--- TASK DATA Enclosed Below ---

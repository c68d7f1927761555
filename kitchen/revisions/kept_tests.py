"""Tests kept on record despite a failed check, in a log beside the data.

A test that fails a validity check is not judged against the criterion: it neither meets
nor fails it, and it is left out of the acceptable zone and the series' fits. Where the
engineer judges the failure immaterial (a drift well inside the scatter of the series, a
check the project does not require), the test may be kept on record, and is then judged
like a valid one. That decision is recorded as one: a row of the series' kept-tests log,
``kept_tests.csv`` in the series folder or ``<stem>.kept_tests.csv`` beside an ``.xlsx``
workbook, with the specimen, the test method, who, when and why. A keep is withdrawn by a
later row that names it in ``withdraws``. Rows are only ever appended, one whole row per
write under the folder lock, so every decision and its reason stays on record; the memo
pack lists them. The data files are never touched.
"""

from __future__ import annotations

from dataclasses import dataclass
from datetime import datetime
from pathlib import Path

from kitchen.io import Series

from ._logbook import LogError, append_log_row, file_sha256, log_path, read_log
from .log import reason_who_when
from .recording import fresh_id

__all__ = [
    "KEPT_LOG_COLUMNS",
    "KEPT_METHODS",
    "KeptTest",
    "KeptTestError",
    "kept_tests_path",
    "read_kept_tests",
    "kept_log_sha256",
    "standing_kept",
    "keep_test",
    "withdraw_kept_test",
]

KEPT_LOG_COLUMNS = ("id", "when", "who", "specimen", "method", "withdraws", "reason")
"""Columns of the kept-tests log, in order."""

KEPT_METHODS = ("constant_head", "falling_head")
"""The test methods a row may name, as in the results table's ``method`` column."""

REASON_NEEDED = (
    "keeping a test that failed a check needs a reason: say why the failure does not "
    "matter for this test (for example 'drift within the scatter of the series'); nothing "
    "was written"
)


class KeptTestError(LogError):
    """A test that cannot be kept (or released), or a kept-tests log that cannot be read."""

    subject = "the tests kept on record"


@dataclass(frozen=True)
class KeptTest:
    """One row of the kept-tests log: a test kept on record, or the withdrawal of a keep."""

    id: str
    when: str
    who: str
    specimen: str
    method: str
    withdraws: str
    """The id of the keep this row withdraws; "" for a keep."""
    reason: str
    log_row: int | None = None
    """The row of the log this was read from (the header is row 1)."""

    @property
    def withdrawal(self) -> bool:
        """True when this row withdraws an earlier keep."""
        return bool(self.withdraws)

    @property
    def record(self) -> str:
        """The keep in words, as the series analysis notes it: id, who, when, why."""
        who = f"{self.who}, " if self.who else ""
        return f"kept {self.id}, {who}{self.when}: {self.reason}"

    def describe(self) -> str:
        """The row in words."""
        test = f"{self.specimen} {self.method.replace('_', ' ')} test"
        if self.withdrawal:
            return f"{test}: keep {self.withdraws} withdrawn, the test is judged by its checks"
        return f"{test}: kept on record despite a failed check"


def kept_tests_path(series_path: str | Path) -> Path:
    """Where a series' kept-tests log lives: ``kept_tests.csv`` in a series folder,
    ``<stem>.kept_tests.csv`` beside an ``.xlsx`` workbook."""
    return log_path(series_path, "kept_tests")


def _row_checker():
    """A check of the log's rows in order, as :func:`._logbook.parse_log` takes it: each row
    is checked against the rows before it (what it withdraws)."""
    by_id: dict[str, KeptTest] = {}
    withdrawn_by: dict[str, str] = {}

    def check(row: dict, number: int):
        found = _check_row(row, number, by_id, withdrawn_by)
        if isinstance(found, KeptTest):
            by_id[found.id] = found
            if found.withdrawal:
                withdrawn_by[found.withdraws] = found.id
        return found

    return check


def _check_row(row: dict, number: int, by_id: dict, withdrawn_by: dict):
    """The row as a KeptTest, or (column, problem); its id and time are checked."""
    if not row["specimen"]:
        return "specimen", "empty; expected the specimen id"
    if row["method"] not in KEPT_METHODS:
        return "method", f"expected one of {', '.join(KEPT_METHODS)}, found {row['method']!r}"
    if not row["reason"]:
        return "reason", "every row needs a reason"
    if row["withdraws"]:
        target = by_id.get(row["withdraws"])
        if target is None:
            return "withdraws", f"no earlier keep {row['withdraws']!r} to withdraw"
        if target.withdrawal:
            return "withdraws", f"{target.id} is itself a withdrawal"
        if target.id in withdrawn_by:
            return "withdraws", f"{target.id} was already withdrawn by {withdrawn_by[target.id]}"
        if (target.specimen, target.method) != (row["specimen"], row["method"]):
            return (
                "specimen",
                f"{target.id} kept {target.specimen} {target.method}, not "
                f"{row['specimen']} {row['method']}",
            )
    return KeptTest(**row, log_row=number)


def read_kept_tests(series_path: str | Path) -> tuple[KeptTest, ...]:
    """Every row of a series' kept-tests log, in order (empty when there is none).

    Raises
    ------
    KeptTestError
        Naming the log's row and column of each row that cannot be read.
    """
    return read_log(kept_tests_path(series_path), KEPT_LOG_COLUMNS, KeptTestError, _row_checker())


def kept_log_sha256(series_path: str | Path) -> str | None:
    """SHA-256 of the kept-tests log as it is on disk; None when there is none."""
    return file_sha256(kept_tests_path(series_path))


def standing_kept(rows) -> dict[tuple[str, str], KeptTest]:
    """The keeps in force, ``{(specimen, method): KeptTest}``: those no later row withdraws
    (the last, where a hand-edited log keeps one test twice)."""
    withdrawn = {row.withdraws for row in rows if row.withdrawal}
    return {
        (row.specimen, row.method): row
        for row in rows
        if not row.withdrawal and row.id not in withdrawn
    }


def _append(series_path, row_of) -> KeptTest:
    return append_log_row(
        kept_tests_path(series_path),
        KEPT_LOG_COLUMNS,
        lambda: read_kept_tests(series_path),
        row_of,
        KeptTestError,
    )


def keep_test(
    series_path: str | Path,
    specimen: str,
    method: str,
    *,
    reason: str,
    who: str = "",
    when: str | datetime | None = None,
    series: Series,
) -> KeptTest:
    """Keep a test on record despite a failed check; the data files are not touched.

    Parameters
    ----------
    series_path : str or pathlib.Path
        Series folder or ``.xlsx`` workbook; the log is appended beside it.
    specimen : str
        Specimen id.
    method : {"constant_head", "falling_head"}
        The test kept, as in the results table.
    reason : str
        Why the failed check does not matter for this test. Required.
    who : str, optional
        Who keeps it (free text).
    when : str or datetime, optional
        ISO 8601 with a time zone; default now, in the local time zone.
    series : Series
        The series as opened (``kitchen.workspace.Workspace(series_path).series``): the
        specimen's test is looked for in it before anything is written.

    Returns
    -------
    KeptTest
        The row appended.

    Raises
    ------
    KeptTestError
        A missing reason, an unknown method, a specimen without that test, a test already
        kept, or a log that cannot be read. Nothing is written.
    """
    reason, who, when = reason_who_when(reason, who, when, REASON_NEEDED, KeptTestError)
    specimen = " ".join(str(specimen).split())
    if method not in KEPT_METHODS:
        raise KeptTestError(
            f"method {method!r}: expected one of {', '.join(KEPT_METHODS)}; nothing was written"
        )
    table = getattr(series, method)
    if table.empty or not (table["specimen"] == specimen).any():
        raise KeptTestError(
            f"specimen {specimen!r} has no {method.replace('_', ' ')} test in {series.name}; "
            "nothing was written"
        )

    def row_of(existing) -> KeptTest:
        held = standing_kept(existing).get((specimen, method))
        if held is not None:
            raise KeptTestError(
                f"{specimen} {method.replace('_', ' ')} test is already kept on record "
                f"({held.id}, row {held.log_row}); nothing was written"
            )
        return KeptTest(fresh_id(existing), when, who, specimen, method, "", reason)

    return _append(series_path, row_of)


def withdraw_kept_test(
    series_path: str | Path,
    kept_id: str,
    *,
    reason: str,
    who: str = "",
    when: str | datetime | None = None,
) -> KeptTest:
    """Withdraw a keep by a new row of the log: the test is judged by its checks again."""
    reason, who, when = reason_who_when(reason, who, when, REASON_NEEDED, KeptTestError)
    wanted = str(kept_id).strip().lower()

    def row_of(existing) -> KeptTest:
        standing = {row.id: row for row in standing_kept(existing).values()}
        target = standing.get(wanted)
        if target is None:
            raise KeptTestError(
                f"no keep {kept_id!r} in force in {kept_tests_path(series_path).name}; "
                "nothing was written"
            )
        return KeptTest(
            fresh_id(existing), when, who, target.specimen, target.method, target.id, reason
        )

    return _append(series_path, row_of)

--- End of Enclosed TASK DATA ---

Given the records above, reproduce precisely and only the lines between the line holding "the kept-tests log, in" and the line holding "def record(self) ->", inclusive.

- WRITTEN ANSWER
"""Columns of the kept-tests log, in order."""

KEPT_METHODS = ("constant_head", "falling_head")
"""The test methods a row may name, as in the results table's ``method`` column."""

REASON_NEEDED = (
    "keeping a test that failed a check needs a reason: say why the failure does not "
    "matter for this test (for example 'drift within the scatter of the series'); nothing "
    "was written"
)


class KeptTestError(LogError):
    """A test that cannot be kept (or released), or a kept-tests log that cannot be read."""

    subject = "the tests kept on record"


@dataclass(frozen=True)
class KeptTest:
    """One row of the kept-tests log: a test kept on record, or the withdrawal of a keep."""

    id: str
    when: str
    who: str
    specimen: str
    method: str
    withdraws: str
    """The id of the keep this row withdraws; "" for a keep."""
    reason: str
    log_row: int | None = None
    """The row of the log this was read from (the header is row 1)."""

    @property
    def withdrawal(self) -> bool:
        """True when this row withdraws an earlier keep."""
        return bool(self.withdraws)

    @property
    def record(self) -> str:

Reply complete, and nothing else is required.